Otherwise, Mr. Monsanto has every right to push his agenda on Wikipedia
insofar as it is within the bounds of legal play on the site. Attacking his
character gets nobody anywhere, and probably adds credence to whatever he's
doing. If you're really concerned about deletions of your favorite PL
articles, sit on them. If a request for removal/deletion (I don't know the
wiki-jargon) pops up, just dump all over it. Even better, improve the
articles. He can't get something deleted that's not mediocre. Agents like Mr.
Monsanto will actually improve the quality of your average article one way or
the other. I'm impressed that somebody would bother reading so many articles
and post meta-data about them....especially on a topic that so few people
engage in.

It's curious that pages that don't meet Mr. Monsanto's criterion of having
been cited in a 'top-tier' publication. There are so many articles on
Wikipedia that do not have ties to anything real. Is it really fair to hold PL
topics to academic-level standards? What if somebody considers PL an art, or
something other than semantics and formalisms? This does happen, and people
who create new languages from languages that aren't considered much in the PL
community might actually fall into these categories.

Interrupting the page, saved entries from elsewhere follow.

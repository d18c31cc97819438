package model

import "math"

// effort is how finely a march is made.
type effort struct {
	more  float64 // factor on the number of nodes
	tolK  float64 // error of a step in time, K
	rough bool    // the second march, that the error is estimated with
	first bool    // nothing has been marched yet: look first whether it takes too long
	kept  int     // numbers that the track may keep; 0: no bound
	fewer float64 // rough: share of the volumes
	ends  []Span  // rough: the steps as they ran in the first march, so that both change surroundings at the same instants
}

// rougher is the effort of the second march. Where time is of second order the error of a step is of third, so that their sum goes with the
// tolerance to 2/3. Half the control volumes and six times the tolerance make about four times the error; two polynomials fewer on each half
// axis make six to twenty times that of the space (as in fewerWorse). Where ice moves three times the tolerance shows as much, twice in more directions than one, four
// times in a spheroid, where the time counts more.
func (s *solver) rougher(e effort, ran []Span) effort {
	r := effort{more: e.more, tolK: e.tolK * 6, rough: true, fewer: 0.5, ends: ran}
	switch {
	case s.front && s.ball != nil:
		r.tolK, r.fewer = e.tolK*4, 0.7
	case s.front && s.used > 1:
		r.tolK, r.fewer = e.tolK*2, 0.7
	case s.front:
		r.tolK = e.tolK * 3
	}
	return r
}

// How the difference of the two marches goes over into an error: that of a march with four or six times the error lies three or five
// errors off, less some for doubt. Where a front moves in more directions than one the rougher march has seven tenths of the volumes and about
// twice the error: in two directions the difference counts as it is, in three, where edges and corners make more of it, two thirds of it (found
// by marches of 1.8 to 2.3 times the volumes, which were half of it off).
const (
	volumesWorse     = 3
	roundFrontWorse  = 2 // the last ice of cylinders and spheres goes fastest, and the error of the rougher march is less than four times as large
	twoWaysWorse     = 1
	spaceWorse       = 1.5
	stagesWorse      = 2   // polynomials with times of second order
	roundWorse       = 1.5 // of cylinders and spheres, whose centre has no node, and is where the error is largest, and of wet faces that differ
	polynomialsWorse = 3
)

// polynomial tells whether the march has polynomials in space: smooth fields.
func (s *solver) polynomial() bool { return s.used > 0 && !s.front && !s.product.Shape.Layered() }

// marchGoalK is the error that a march is to keep, K.
const marchGoalK = 0.019

// mostTries is how often a march may be made again with more effort. A front of ice in two and three directions costs more than more nodes and
// shorter steps are worth, and so does a third march of a wet brick or of a spheroid far from a sphere, whose time grows with the fifth power
// of the polynomials. What is left is stated.
func (s *solver) mostTries() int {
	switch {
	case s.used > 1 && s.front:
		return 0
	case s.front, s.used == 3 && s.wetFaces(), s.ball != nil && max(s.radii[0], s.radii[1]) > 5*min(s.radii[0], s.radii[1]):
		return 1
	}
	return 2
}

// firstEffort is how finely the march is made at first, and by what the difference of the rougher march is divided.
func (s *solver) firstEffort() (e effort, worse float64) {
	e = effort{more: 1, tolK: 6e-3, first: true, kept: mostKept}
	switch {
	case !s.polynomial():
		if s.ball != nil { // far from a sphere most of the error is that of the space
			e.tolK = 0.04 * math.Sqrt(s.radii[0]/s.radii[1])
			return e, twoWaysWorse
		}
		if s.used > 1 {
			e.tolK = [4]float64{2: 2e-2, 3: 1.2e-1}[s.used]
			if s.used == 3 {
				return e, spaceWorse
			}
			return e, twoWaysWorse
		}
		if s.front {
			e.tolK = 1e-2
			if s.kinds[0] == radial || s.kinds[0] == spherical {
				return e, roundFrontWorse
			}
		}
		return e, volumesWorse
	case s.product.Shape.Oval():
		e.more, e.tolK = 1.3, 4e-3
		return e, stagesWorse
	case s.wetFaces():
		e.tolK = 4e-3
		if s.kinds[0] == planeFull || s.kinds[1] == radial {
			return e, roundWorse
		}
		return e, polynomialsWorse
	}
	e.tolK = 8e-3
	if s.used == 3 {
		e.more, e.tolK = 1.1, 1.2e-2 // most of the error is that of the space
	}
	if s.used == 1 && (s.kinds[0] == radial || s.kinds[0] == spherical) {
		return e, roundWorse
	}
	return e, polynomialsWorse
}
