package model

import (
	"sync"
	"testing"
)

// Products are solved side by side on all cores: what is kept for all of them (bases, nodes, memory) is shared without harm, and the
// results do not depend on it.
func TestSolvingSideBySide(t *testing.T) {
	following := &Material{Name: "test food", Source: "input of the test", Table: true, LowC: -50, HighC: 250, Props: func(c float64) Properties {
		return Properties{0.46 + 0.0014*c, 1040, 3500 + 1.5*c}
	}}
	constant := &Material{Name: "test food", Source: "input of the test", Waterless: true, Props: func(float64) Properties { return Properties{0.47, 1040, 3550} }}
	var products []Product
	for _, f := range []*Material{following, constant} {
		for i, shape := range []*Shape{Slab, Cylinder, Sphere, ShortCylinder, Bar, Spheroid} {
			size := 0.001 * float64(i)
			products = append(products, Product{Name: shape.Name, Shape: shape, Food: f, StartC: 7,
				Size: Size{ThicknessM: 0.031 + size, WidthM: 0.042 + size, LengthM: 0.053 + size, DiameterM: 0.037 + size}})
		}
	}
	steps := []Step{{Name: "cook", Stage: Cook, DurationS: 900, Exposure: filmTo(27, 141)}, {Name: "chill", Stage: Cool, DurationS: 1500, Exposure: filmTo(19, 3)}}
	solve := func(p Product) float64 {
		h, err := Solve(p, steps, Options{})
		if err != nil {
			t.Error(err)
			return 0
		}
		s := h.Sample(300)
		return s.Coldest[4] + s.Hottest[5] + s.Mean[6]
	}
	want := make([]float64, len(products))
	for i, p := range products {
		want[i] = solve(p)
	}
	var all sync.WaitGroup
	for worker := range 4 {
		all.Go(func() {
			for k := range products {
				i := (k + 3*worker) % len(products)
				if got := solve(products[i]); got != want[i] {
					t.Errorf("%s beside others: %.12g, alone: %.12g", products[i].Name, got, want[i])
				}
			}
		})
	}
	all.Wait()
}
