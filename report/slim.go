package report

import (
	"math"
	"sort"

	"slowpoint/model/cell"
	"slowpoint/rules"
)

// slim is what remains of a product for a list of all of them.
type slim struct {
	Row
	order                 int // in the plan, from 1
	family, recipe, batch string
	at                    cell.Ref
	calculated            bool
	cautions              int
}

// word is the verdict in words.
func (s *slim) word() string {
	if !s.calculated {
		return "not calculated"
	}
	return s.Row.Words(rules.Verdict.String)
}

// slimOf keeps what a list needs of a product.
func slimOf(h *Head, p *Product, order int) slim {
	s := slim{Row: p.Row(), order: order, family: p.Family, recipe: p.RecipeVersion, batch: p.Batch,
		at: p.Product.At, calculated: true, cautions: len(Cautions(h, p))}
	s.Verdict = overall(s.Verdict)
	return s
}

// Worst is the less favourable of what was predicted and what was measured.
func (r *Row) Worst() rules.Verdict {
	if r.Measured != nil && weight(*r.Measured) < weight(r.Verdict) {
		return *r.Measured
	}
	return r.Verdict
}

// Words is the verdict in words, and the worst of the records beside it.
func (r *Row) Words(word func(rules.Verdict) string) string {
	if r.Measured == nil {
		return word(overall(r.Verdict))
	}
	return say("verdict beside record", word(overall(r.Verdict)), word(*r.Measured))
}

// overall is the verdict of a product: one of three words.
func overall(v rules.Verdict) rules.Verdict {
	if v == rules.NotApplicable {
		return rules.CannotTell
	}
	return v
}

// listed gives the products that were not calculated and those that were, the worst first: not calculated, not met,
// cannot tell, met; then the smallest room; then the order of the plan.
func listed(ns []NotCalculated, rows []slim) []slim {
	out := make([]slim, 0, len(ns)+len(rows))
	for _, n := range ns {
		s := slim{Row: Row{Product: n.Product, tight: math.Inf(1)}, at: n.At}
		if len(n.Because) > 0 {
			s.Why = n.Because[0].Error()
		}
		out = append(out, s)
	}
	out = append(out, rows...)
	sort.SliceStable(out, func(i, j int) bool {
		a, b := &out[i], &out[j]
		switch {
		case a.calculated != b.calculated:
			return b.calculated
		case a.Worst() != b.Worst():
			return weight(a.Worst()) < weight(b.Worst())
		}
		return a.tight < b.tight
	})
	return out
}
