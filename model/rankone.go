package model

import "math"

// rankOne brings diag(d) + rho·v·vᵀ to diagonal form: its eigenvalues mu (rising), its eigenvectors q (n×n, column j belongs to
// mu[j]), and g = rho·qᵀv. d rises strictly, rho ≥ 0, no element of v is 0.
//
// The eigenvalues are the zeros of 1/rho + Σ v²/(d-mu), one between each pair of d (Golub 1973, SIAM Review 15:318-334);
// they are found from the nearer pole by the rational iteration of Li 1993 (LAPACK Working Note 89, "the middle way"),
// guarded by bisection, and the vectors are made from the v that has exactly these eigenvalues (Gu & Eisenstat 1994,
// SIAM J. Matrix Anal. Appl. 15:1266-1276), which keeps them orthogonal to rounding. Both references from memory.
func rankOne(mem *slab, d, v []float64, rho float64) (mu, q, g []float64) {
	n := len(d)
	mu, q, g = mem.take(n), mem.take(n*n), mem.take(n)
	if rho == 0 {
		copy(mu, d)
		for i := range d {
			q[i*n+i] = 1
		}
		return mu, q, g
	}
	sum := 0.0
	v2 := mem.take(n)
	for k, x := range v {
		v2[k] = x * x
		sum += v2[k]
	}
	gap := q // gap[k*n+j] = d[k] - mu[j], to full relative accuracy; turned into q below
	for j := range d {
		from, delta := secularRoot(d, v2, rho, sum, j)
		mu[j] = d[from] + delta
		for k := range d {
			gap[k*n+j] = (d[k] - d[from]) - delta
		}
	}
	norm := g // for now
	for k := range d {
		// ẑ² = Π(mu_j - d_k)/Π(d_j - d_k), each factor positive by interlacing; three at a time, for fewer divisions
		row, others := gap[k*n:][:n], 1.0
		z := (-row[n-1]) / rho
		for j, x := range row[:n-1] {
			z *= x
			if j < k {
				others *= d[k] - d[j]
			} else {
				others *= d[k] - d[j+1]
			}
			if j%3 == 2 {
				z, others = z/others, 1
			}
		}
		z = math.Copysign(math.Sqrt(math.Abs(z/others)), v[k])
		for j, x := range row {
			x = z / x
			row[j] = x
			norm[j] += x * x
		}
	}
	for j, x := range norm {
		g[j] = -1 / math.Sqrt(x) // rho Σ v²/(d-mu)/norm, and the sum is -1/rho
	}
	for k := range d {
		row := q[k*n:][:n]
		for j, x := range g {
			row[j] *= -x
		}
	}
	return mu, q, g
}

// secularRoot finds the j-th eigenvalue as d[from]+delta; v2 are the squares of v, and sum is their sum.
func secularRoot(d, v2 []float64, rho, sum float64, j int) (from int, delta float64) {
	n := len(d)
	// the interval, measured from its left end
	width := rho * sum
	if j < n-1 {
		width = d[j+1] - d[j]
	}
	if n == 1 {
		return 0, width
	}
	from = j
	lo, hi := 0.0, width
	var x float64
	if j < n-1 {
		s, half := 1/rho, width/2
		for k, z := range v2 {
			s += z / ((d[k] - d[j]) - half)
		}
		// the zero between the two poles if the others stay as they are in the middle
		left, right := v2[j], v2[j+1]
		rest := s + (left-right)/half
		a, b := rest*width+left+right, left*width
		if hi = half; s < 0 { // it lies in the right half
			from, lo, hi = j+1, -half, 0
			a, b = left+right-rest*width, -right*width
		}
		x = (lo + hi) / 2
		if first := smallRoot(a, b, rest); first > lo && first < hi {
			x = first
		}
	} else {
		x = width * 0.999999
	}
	for it := 0; it < 80; it++ {
		below, above, left, right := 0.0, 0.0, 0.0, 0.0 // poles up to j give negative terms, the others positive ones
		for k, z := range v2[:j+1] {
			r := 1 / ((d[k] - d[from]) - x)
			t := z * r
			below += t
			left += t * r
		}
		for k := j + 1; k < n; k++ {
			r := 1 / ((d[k] - d[from]) - x)
			t := v2[k] * r
			above += t
			right += t * r
		}
		s, size := 1/rho+below+above, 1/rho-below+above
		if s < 0 {
			lo = x
		} else {
			hi = x
		}
		if math.Abs(s) <= 4e-16*size || hi-lo <= 2e-16*max(math.Abs(lo), math.Abs(hi)) {
			break
		}
		dl := (d[j] - d[from]) - x
		dr := (d[j] - d[from]) + width - x
		a := (dl+dr)*s - dl*dr*(left+right)
		b := dl * dr * s
		c := s - dl*left - dr*right
		eta := smallRoot(a, b, c)
		next := x + eta
		if !(next > lo && next < hi) {
			next = (lo + hi) / 2
		}
		done := math.Abs(next-x) <= 1e-8*math.Abs(next) // the iteration squares its error
		x = next
		if done {
			break
		}
	}
	return from, x
}

// smallRoot is the root of c·x² - a·x + b = 0 that goes to b/a with b, without cancellation.
func smallRoot(a, b, c float64) float64 {
	disc := math.Sqrt(max(0, a*a-4*b*c))
	if a <= 0 {
		return (a - disc) / (2 * c)
	}
	return 2 * b / (a + disc)
}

I think Mr. Monsanto would do well to spell out his criteria for what isn't
desirable in precise and formal terms.

------
burgerbrain
While reading Nemerle's deletion discussion page, I can't help but notice what
seems to me to be some degree of racism on the part of the deletion advocates,
particularly Christopher Monsanto. Where the _many_ sources in English,
instead of Polish and Russian, I can't help but think that perhaps they would
not have been dismissed out of hand. RSDN.ru being dismissed as a "mere
tutorial"? _Ugh!_ Read it yourself and make up your own mind though.

[https://secure.wikimedia.org/wikipedia/en/wiki/Wikipedia:Art...](https://secure.wikimedia.org/wikipedia/en/wiki/Wikipedia:Articles_for_deletion/Nemerle)

------
udoprog
The notability requirements do not sufficiently cover "expert" subjects like
PLs. Chris mentioned this himself, yet used it as a justification for these
articles, this is known as Doublethink
(<http://en.wikipedia.org/wiki/Doublethink>) and clearly indicates a second
agenda.

Not anyone can invent a programming language, it's not comparable to your pet
rock band. Chris, you clearly displayed that you are not capable of handling
this subject satisfactory and you've displayed arrogance in response to
peoples distress.

Simply put - marking the articles for deletion was rash, and in the larger
sense unjustified.

------
tokenadult
All anyone needs to do about this is find reliable sources to improve the
articles that are being nominated for deletion. Really. If some wikipedian who
knows about published, reliable sources about each of the languages simply
adds some source citations to the articles, all will be well.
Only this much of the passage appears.